MOVE continued to stay in the news throughout the remaining years of the 1980s, and even into the twenty-first century. In the aftermath of the tremendous destruction on Osage Avenue, then-Mayor Wilson W. Goode appointed the Philadelphia Special Investigation Commission to examine the events leading up to, and including, the attack on MOVE.

In March 1986, the commission issued a report condemning the actions of the city government, concluding that “dropping a bomb on an occupied row house was unconscionable”. In June 1996, a jury ordered the city of Philadelphia and two former city officials—then-Police Commissioner Gregor Sambor and then-Fire Commissioner William Richard—to pay $1.5 million to a survivor and relatives of two members who died in the May 1985 confrontation.

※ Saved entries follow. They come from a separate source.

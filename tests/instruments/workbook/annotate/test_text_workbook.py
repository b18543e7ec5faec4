"""Delimited text as a workbook: the same texts where they stood, and none of them alive."""

from pathlib import Path

import openpyxl
import pytest

from instruments.workbook.annotate.text_workbook import sheet_name, write_text_workbook
from instruments.workbook.delimited import read_delimited
from instruments.workbook.reader import read_file

TEXT = """Tag;Service;Remark
=1+1;@SUM(A1);+1
-2;0034;007
PT-1;"two
lines";#REF!
_x0041_;<b>&amp;</b>;   blank around

;;"last"
"""


def test_the_same_texts(tmp_path: Path) -> None:
    sheet = read_delimited(TEXT.encode(), file="in/loops.csv")
    assert write_text_workbook(sheet, tmp_path / "list.xlsx") == "loops"
    (read,) = read_file(tmp_path / "list.xlsx")
    assert (read.rows, read.errors, read.name) == (sheet.rows, sheet.errors, "loops")
    book = openpyxl.load_workbook(tmp_path / "list.xlsx")
    cells = [cell for row in book.worksheets[0].iter_rows() for cell in row if cell.value is not None]
    assert {cell.data_type for cell in cells} == {"s"}
    assert {(cell.number_format, cell.quotePrefix) for cell in cells} == {("@", True)}
    assert "".join(cell.value for cell in cells if cell.coordinate in ("A2", "B2", "C4")) == "=1+1@SUM(A1)#REF!"


@pytest.mark.parametrize(
    ("name", "shown"),
    [
        ("loops", "loops"),
        ("a" * 40, "a" * 31),
        ("rev [3]: a/b\\c?*", "rev _3__ a_b_c__"),
        ("'quoted'", "quoted"),
        ("", "List"),
        ("a\x07b\ud800", "a_b_"),
    ],
)
def test_names(name: str, shown: str) -> None:
    assert sheet_name(name) == shown


def test_what_no_cell_holds(tmp_path: Path) -> None:
    long, odd = "x" * 40_000, "a\x07b\x0bc"
    sheet = read_delimited(f"Tag,Service\n{long},{odd}\n".encode(), file="list.csv")
    write_text_workbook(sheet, tmp_path / "list.xlsx")
    (read,) = read_file(tmp_path / "list.xlsx")
    first, second = read.rows[1]
    assert isinstance(first, str)
    assert (len(first), first.endswith("x... (cut)")) == (32_767, True)
    assert second == "a<U+0007>b<U+000B>c"


def test_an_empty_text(tmp_path: Path) -> None:
    write_text_workbook(read_delimited(b"\n", file="list.csv"), tmp_path / "list.xlsx")
    assert openpyxl.load_workbook(tmp_path / "list.xlsx").sheetnames == ["list"]


def test_the_same_bytes(tmp_path: Path) -> None:
    sheet = read_delimited(TEXT.encode(), file="list.csv")
    for name in ("one", "two"):
        write_text_workbook(sheet, tmp_path / name)
    assert (tmp_path / "one").read_bytes() == (tmp_path / "two").read_bytes()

To many MOVE members and supporters, such findings vindicated their belief that the city had actively conspired against them throughout the previous two decades, and was now being made to pay for such actions.

During the 1990s, many supporters of convicted murderer Mumia Abu-Jamal—who had written extensively on the 1978 MOVE confrontation and resulting trials—argued that Abu-Jamal had received an unjust sentence based in part on his association with MOVE.

Finally, in September 2002 a man involved in a bitter custody dispute with a member of MOVE was found shot to death in a car in New Jersey, the same day he was to pick up the boy for an unsupervised visit.

While there was no evidence tying the organization to the murder, MOVE representatives quickly denied any involvement in the crime, and in fact argued that the government was setting up MOVE for the killing. A steadfast belief in a vast conspiracy against them has clearly followed MOVE into the new millennium.